Valhalla user-model

João Mendonça jf.mend at gmail.com
Wed Jun 15 09:34:47 UTC 2022


Hello,


I would like to bring to your consideration the following set of
observations and user-model suggestions, in the hope that they will bring
some useful ideas to the development of the Valhalla project.



*Definition*
*shared-mutable* - a variable that is mutable (non-final) and can be shared
between threads; shared-mutables are the non-final subset of the
shared-variables (§17.4.1.
<https://docs.oracle.com/javase/specs/jls/se18/html/jls-17.html#jls-17.4.1>)



*Observations*
Shared-mutables are the only variables that have these two apparently
independent properties:

   1. lack definite-assignment (§16.
   <https://docs.oracle.com/javase/specs/jls/se18/html/jls-16.html>) - the
   variable is initialized with a default-value if not definitely-assigned (
   §4.12.5.
   <https://docs.oracle.com/javase/specs/jls/se18/html/jls-4.html#jls-4.12.5>
   )
   2. allow data-races - the variable may be read/written while being
   written by another thread, with both events happening in an unpredictable
   order (§17.4.5.
   <https://docs.oracle.com/javase/specs/jls/se18/html/jls-17.html#jls-17.4.5>
   )

Via properties 1 and 2, nullability and encoding-mode, respectively, affect the
semantics of variables in a way that is unique to shared-mutables:

   1. if not definitely-assigned, the variable is initialized with:
      - if nullable: the null value, regardless of type
      - if not nullable: the zero-value of the type
   2. in a data-race, the value read/written:
      - if reference: has unpredictable origin in *one* of the various
      writes
      - if inline, either:
         - has unpredictable origin in one of the various writes
         - is torn i.e. has distinct internal parts with separate
         unpredictable origins in *more than one* of the various writes (
         §17.7.
         <https://docs.oracle.com/javase/specs/jls/se18/html/jls-17.html#jls-17.7>
         )


These are the 3 kinds of shared-mutable variables (§4.12.3.
<https://docs.oracle.com/javase/specs/jls/se18/html/jls-4.html#jls-4.12.3>):

   - non-final class variables
   - non-final instance variables
   - array components

The remaining kinds of variables don't have any of the above properties:

   - final class variables
   - final instance variables
   - method parameters
   - constructor parameters
   - lambda parameters
   - exception parameters
   - local variables



*Ideal user-model*

In this user-model, the encoding-mode is not complected with nullability.

For class-authors:

   - *value-knob* to reject identity - Applicable on class declarations, if
   used by a class-author to indicate that the class instances don't require
   identity (a value-class), the runtime will be free to copy these values and
   choose between reference or inline encoding everywhere except in
   shared-mutables, as doing so does not introduce any semantic changes to the
   program.
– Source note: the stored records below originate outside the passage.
/** What the person types about resources: things that care takes, and how much there is of them. */
import { button, choiceRow, numberField } from '../../parts/choices.js';
import { h } from '../../parts/element.js';
import { numberFaults, typedGrid } from '../../parts/grid.js';
import { live } from '../../parts/live.js';

export const EVENTS = ['death', 'lost', 'completed', 'stopped', 'moved_away'];
const AMOUNTS = ['at_start', 'first_year', 'later', 'per_event', 'unit_cost'];
const LEAST_GROWTH = -50;
const MOST = 100;

export const blankItem = () => ({ name: '', unit: '', at_start: null, first_year: null, later: null, per_event: null, event: 'death', unit_cost: null, cost_growth: null });
export const blankLine = () => ({ name: '', what: 'patients', limit: null });

/** Invented. @param {(key: string) => string} say */
function example(say) {
  const item = (name, amounts) => ({ ...blankItem(), name: say(`items-example-${name}`), unit: say(`items-example-${name}-unit`), ...amounts });
  return {
    items: [
      item('visits', { at_start: 1, first_year: 1, later: 0.33, unit_cost: 8, cost_growth: 2 }),
      item('medicine', { first_year: 30, later: 30, unit_cost: 0.4, cost_growth: 3 }),
      item('beds', { at_start: 4, first_year: 0.2, later: 0.1, unit_cost: 25, cost_growth: 2 }),
    ],
    lines: [
      { name: say('lines-example-slots'), what: 'amount:0', limit: 320 },
      { name: say('lines-example-ward'), what: 'beds:2', limit: 8 },
    ],
  };
}

/** Everything up to the last row with something in it: lines speak of items by their place. */
export function itemsAsked({ items }) {
  const last = items.findLastIndex((row) => row.name || AMOUNTS.some((name) => row[name]));
  return items.slice(0, last + 1).map((row, i) => ({ name: row.name || String(i + 1), unit: row.unit, event: row.event, ...Object.fromEntries([...AMOUNTS, 'cost_growth'].map((name) => [name, row[name] ?? 0])) }));
}

/** Lines with a limit; each says which item it is about. */
export function linesAsked({ lines }) {
  return lines.filter(({ limit }) => limit !== null).map(({ name, what, limit }) => {
    const [kind, item] = what.split(':');
    return { kind, name, limit, item: item === undefined ? null : Number(item) };
  });
}

/** Whether everything typed can be asked with. */
export function typedFaultless({ items, lines, discount }) {
  const amounts = items.flatMap((row) => AMOUNTS.map((name) => row[name] ?? 0));
  return amounts.every((amount) => amount >= 0) && items.every(({ cost_growth: growth }) => growthIsFine(growth))
    && lines.every(({ limit }) => limit === null || limit > 0)
    && lines.every(({ what }) => what === 'patients' || Number(what.split(':')[1]) < items.length) && discountIsFine(discount);
}

function growthIsFine(growth) {
  return growth === null || (growth >= LEAST_GROWTH && growth <= MOST);
}

function discountIsFine(discount) {
  return discount !== null && discount >= 0 && discount <= MOST;
}

/** @param {import('../../app.js').App} app */
export function itemsForm(app) {
  return live(app, ({ caseload }) => [caseload.items, caseload.lines, caseload.discount], ({ caseload }) => {
    const { say } = app.words;
    const put = (patch) => app.store.amend('caseload', patch);
    const shown = (rows, blank) => (rows.length ? rows : [blank()]);
    const number = (name) => ({ name, heading: say(`item-${name}`), kind: /** @type {const} */ ('number'), least: name === 'cost_growth' ? LEAST_GROWTH : 0 });
    return [
      h('p', {}, say('items-lead')),
      typedGrid(app, {
        id: 'items', caption: say('items-caption'), rows: shown(caseload.items, blankItem),
        current: () => shown(app.store.state.caseload.items, blankItem), blank: blankItem,
        columns: [
          { name: 'name', heading: say('item-name'), kind: 'text' },
          { name: 'unit', heading: say('item-unit'), kind: 'text' },
          number('at_start'), number('first_year'), number('later'), number('per_event'),
          { name: 'event', heading: say('item-event'), kind: 'choice', options: EVENTS.map((event) => ({ value: event, label: say(`event-${event}`) })) },
          number('unit_cost'), number('cost_growth'),
        ],
        faults: (row) => ({
          ...numberFaults(app, row, AMOUNTS, { whole: false }),
          ...(growthIsFine(row.cost_growth) ? {} : { cost_growth: say('fault-between', { least: LEAST_GROWTH, greatest: MOST }) }),
        }),
        onchange: (items) => put({ items }),
      }),
      typedGrid(app, {
        id: 'lines', caption: say('lines-caption'), rows: shown(caseload.lines, blankLine),
        current: () => shown(app.store.state.caseload.lines, blankLine), blank: blankLine,
        columns: [
          { name: 'name', heading: say('line-name'), kind: 'text' },
          { name: 'what', heading: say('line-what'), kind: 'choice', options: whatOptions(say, caseload.items) },
          { name: 'limit', heading: say('line-limit'), kind: 'number', least: 0 },
        ],
        faults: (row) => ({
          ...(row.limit !== null && row.limit <= 0 ? { limit: say('fault-not-above-zero') } : {}),
          ...(row.what !== 'patients' && Number(row.what.split(':')[1]) >= caseload.items.length ? { what: say('fault-item-gone') } : {}),
        }),
        onchange: (lines) => put({ lines }),
      }),
      choiceRow(numberField({
        id: 'discount', label: say('discount'), hint: say('discount-hint'), value: caseload.discount, least: 0, greatest: MOST, unit: say('percent-sign'),
        fault: discountIsFine(caseload.discount) ? null : say('fault-between', { least: 0, greatest: MOST }),
        onchange: (discount) => put({ discount }),
      })),
      h('p', { class: 'actions' },
        button(say('counts-example'), () => put(example(say)), { class: 'plain', id: 'items-example' }),
        button(say('counts-clear'), () => put({ items: [], lines: [] }), { class: 'plain', id: 'items-clear' })),
    ];
  });
}

function whatOptions(say, items) {
  const named = items.map(({ name }, i) => ({ i, name: name || say('item-number', { number: i + 1 }) }));
  return [
    { value: 'patients', label: say('line-patients') },
    ...named.map(({ i, name }) => ({ value: `amount:${i}`, label: say('line-amount', { name }) })),
    ...named.map(({ i, name }) => ({ value: `beds:${i}`, label: say('line-beds', { name }) })),
  ];
}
In shared-mutables, however, value-instances can only be inlined
   if atomicity is guaranteed, which will depend on the hardware and the
   variable bit-size (value plus nullability).
   - *tearable-knob* to allow tearing - Applicable on value-class
   declarations, may be used by the class-author to hand the class-user the
   responsibility of how to avoid tearing, freeing the runtime to always
   inline instances in shared-mutables (bikeshedding: when dealing with
   tearable value-classes, the "terrible" sound can work as a warning for
   the dangers of neglecting this responsibility). Conversely, if this knob
   is not used, instances will be kept atomic, which allows the class-author
   to guarantee constructor invariants, which may be useful for the class
   implementation and class-users to rely upon.
   - *no-default-knob* to forbid using the zero-value as a default -
   Applicable on value-class declarations, may be used by the class-author to
   force shared-mutables of this type to either be definitely-assigned or
   nullable. (Actually, I don't believe this knob will be useful, since I
   think all zero-values are equally bad: moving across the spectrum from
   useful to useless to out-of-domain default-values is moving from hidden to
   noticeable to obvious missed-initialization-bugs. Ex:  false -> 0.0 -> Jan
   1, 1970 -> 0/0 -> null. The only good solution is definite-assignment on as
   many kinds of shared-mutables as possible.)

For class-users:

   - *nullable-knob* to include null in the value-set of variables -
   Applicable on any variable declaration. In either encoding-mode, the
   runtime is free to choose the encoding for the extra bit of information
   required to represent null. In shared-mutables that are not
   definitely-assigned, controls the default-value: either null or the
   zero-value of the type. Since identity-types lack a zero-value, any
   non-nullable shared-mutable with an identity-type must be
   definitely-assigned. If, on some kinds of shared-mutables,
   definite-assignment can't be enforced, then those kinds of variables
   (probably array components) cannot have an identity-type and be
   non-nullable.
   - *atomic-knob* to avoid tearing - Applicable on shared-mutable
   declarations, may be used by the class-user to reverse the effect of the
   tearable-knob, thereby restoring atomicity.




*Complected user-model*
If, for compatibility, the encoding-mode must remain complected with
nullability, the above user-model can be adapted as follows.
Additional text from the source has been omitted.